- Author
-
Cranefield, J. T.
- Title
- Review of the Baker-Strehlow and F. A. Eilliams Models for Predicting the Consequences of Vapor Cloud Explosions.
- Coporate
- Worcester Polytechnic Inst., MA
- Report
-
Thesis,
May 1998,
90 p.
- Keywords
-
explosions
|
vapors
|
overpressure
|
flame speed
|
computational fluid dynamcis
- Identifiers
- Vappr Cloud Explosions (VCE); Baker-Strehlow Model (BSM)
- Abstract
- The Baker-Strehlow model predicts the overpressure and impulse of accidental vapor cloud explosions. This model is based on previous work by Strehlow which quantified the overpressure and impulse associated with various flame speeds. Baker established an appropriate flame speed to use based on material reactivity, obstacle density and confinement. This thesis addresses the following three objectives: 1. Review the scientific basis, uncertainties and parameter uncertainties of the Baker-Strehlow model; 2. Review the scientific basis and assumptions inherent in the F. A. Williams self-similar solution; 3. Exercise both methods for a representative vapor cloud explosion and compare the results obtained.

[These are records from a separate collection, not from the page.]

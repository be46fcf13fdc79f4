"""Runs the benchmarks: `python tests/bench/run.py [NAME]`, where NAME is a bench's name or how it begins.

Every figure is one JSON object on a line: name, value, unit and what it was compared with, as ratios within one run
on one machine. Each bench is a function in a module of this folder, listed in BENCHES.
"""

from __future__ import annotations

import importlib
import json
import sys
from collections.abc import Callable, Iterator
from pathlib import Path
from typing import Any

Figure = dict[str, Any]
# name -> module:function; the function yields figures whose names begin with the bench's name.
BENCHES = {
    "first": "first:demo_build",
    "engine/whole": "engine:whole",
    "engine/splat": "engine:splat",
    "engine/cycle": "engine:cycle",
    "engine/growth": "engine:growth",
    "engine/cores": "engine:cores",
    "engine/tiles": "engine:tiles",
    "memory/peak_gib": "memory:peak",
    "memory/spill": "memory:spill",
    "frame/median_ms": "frame:median",
    "frame/p95_ms": "frame:slowest",
    "frame/recolour_ms": "frame:recolour",
    "frame/blend_ms": "frame:blend",
    "frame/first_view_s": "frame:first_view",
    "frame/first_view_slow_s": "frame:first_view_slow",
    "frame/first_view_mb": "frame:first_view_size",
    "frame/code_kb": "frame:code",
    "frame/heap_growth": "frame:heap",
}


def figure(name: str, value: float, unit: str, compared: str, **more: Any) -> Figure:
    """One line of output."""
    return {"name": name, "value": round(float(value), 4), "unit": unit, "compared": compared, **more}


def chosen(name: str) -> list[str]:
    """The benches of that name, or those that begin with it, or that it begins with."""
    return [bench for bench in BENCHES if bench.startswith(name) or name.startswith(f"{bench}/")]


def main(arguments: list[str]) -> int:
    wanted = arguments[0] if arguments else ""
    names = chosen(wanted)
    if len(arguments) > 1 or not names:
        print(f"no bench is called {' '.join(arguments)}: there are {', '.join(BENCHES)}", file=sys.stderr)
        return 2
    sys.path.insert(0, str(Path(__file__).parent))
    for bench in names:
        module, function = BENCHES[bench].split(":")
        run: Callable[[], Iterator[Figure]] = getattr(importlib.import_module(module), function)
        for line in run():
            if line["name"].startswith(wanted) or bench.startswith(wanted):
                print(json.dumps(line), flush=True)
    return 0


if __name__ == "__main__":
    sys.modules["run"] = sys.modules["__main__"]
    sys.exit(main(sys.argv[1:]))
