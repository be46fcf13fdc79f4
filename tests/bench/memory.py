"""Builds larger than memory: the peak of a build that was told how much it may use, and what spilling costs.

The folder for scratch is the one that `tempfile` gives: set TMPDIR to one with 60 GB free.
"""

from __future__ import annotations

import contextlib
import re
import subprocess
import sys
import tempfile
import time
from collections.abc import Iterator
from pathlib import Path

from crowd import write_crowd
from run import Figure, figure


def built(build: Path, out: Path, memory: str) -> tuple[float, float]:
    """Build with the command in a process of its own; seconds, and the peak of its resident memory in GiB.

    The peak is asked of the system while the process lives: what it says of one that has ended counts what the parent held
    when it was started.
    """
    start, gib = time.perf_counter(), 0.0
    arguments = ["-m", "tilemap", "build", str(build), "--out", str(out), "--memory", memory]
    process = subprocess.Popen([sys.executable, *arguments], stdout=subprocess.DEVNULL)
    while process.poll() is None:
        with contextlib.suppress(OSError):
            found = re.search(r"VmHWM:\s+(\d+) kB", Path(f"/proc/{process.pid}/status").read_text())
            gib = max(gib, int(found[1]) / 2**20 if found else 0.0)
        time.sleep(0.05)
    if process.returncode:
        raise RuntimeError(f"the build ended with {process.returncode}")
    return time.perf_counter() - start, gib


def peak() -> Iterator[Figure]:
    """Peak resident memory of a build of 100 million particles, 32768 x 32768 pixels, 4 slabs, that may use 4 GiB."""
    with tempfile.TemporaryDirectory(prefix="tilemap-bench-") as name:
        build = write_crowd(Path(name), 100_000_000, 32768, 4)
        seconds, gib = built(build, Path(name) / "crowd.atlas", "4GiB")
        yield figure(
            "memory/peak_gib",
            gib,
            "GiB",
            "at most 4: --memory 4GiB; all threads of one process",
            seconds=round(seconds),
        )


def spill() -> Iterator[Figure]:
    """The time of a build with its particles on scratch disk over that of the same build in memory."""
    with tempfile.TemporaryDirectory(prefix="tilemap-bench-") as name:
        build = write_crowd(Path(name), 20_000_000, 16384, 4)
        best = {"1GiB": (float("inf"), 0.0), "16GiB": (float("inf"), 0.0)}
        for _ in range(3):
            for memory in best:
                best[memory] = min(best[memory], built(build, Path(name) / "crowd.atlas", memory))
        yield figure(
            "memory/spill",
            best["1GiB"][0] / best["16GiB"][0],
            "ratio",
            "the same build of 20 000 000 particles, 16384 x 16384, 4 slabs with --memory 16GiB, in time",
            seconds=round(best["1GiB"][0], 1),
            peak_gib=round(best["1GiB"][1], 2),
        )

The effects of the Baker-Strehlow model parameters (i.e., material reactivity, obstacle density, and flame expansion) are considered by reviewing available small and large-scale test data. This study demonstrates the most sensitive model parameters are obstacle density and flame expansion. This study highlights areas of concern with the Baker-Strehlow model. This thesis recommends the application of computational fluid dynamic models to verify the Baker-Strehlow model predictions. This is a significant concern when predicted pressures are low because a low obstacle density is specified or the three-dimensional flame expansion is specified. The F. A. Williams model should be used for situations where the Baker-Strehlow model provides unrealistically conservative or non-conservative results.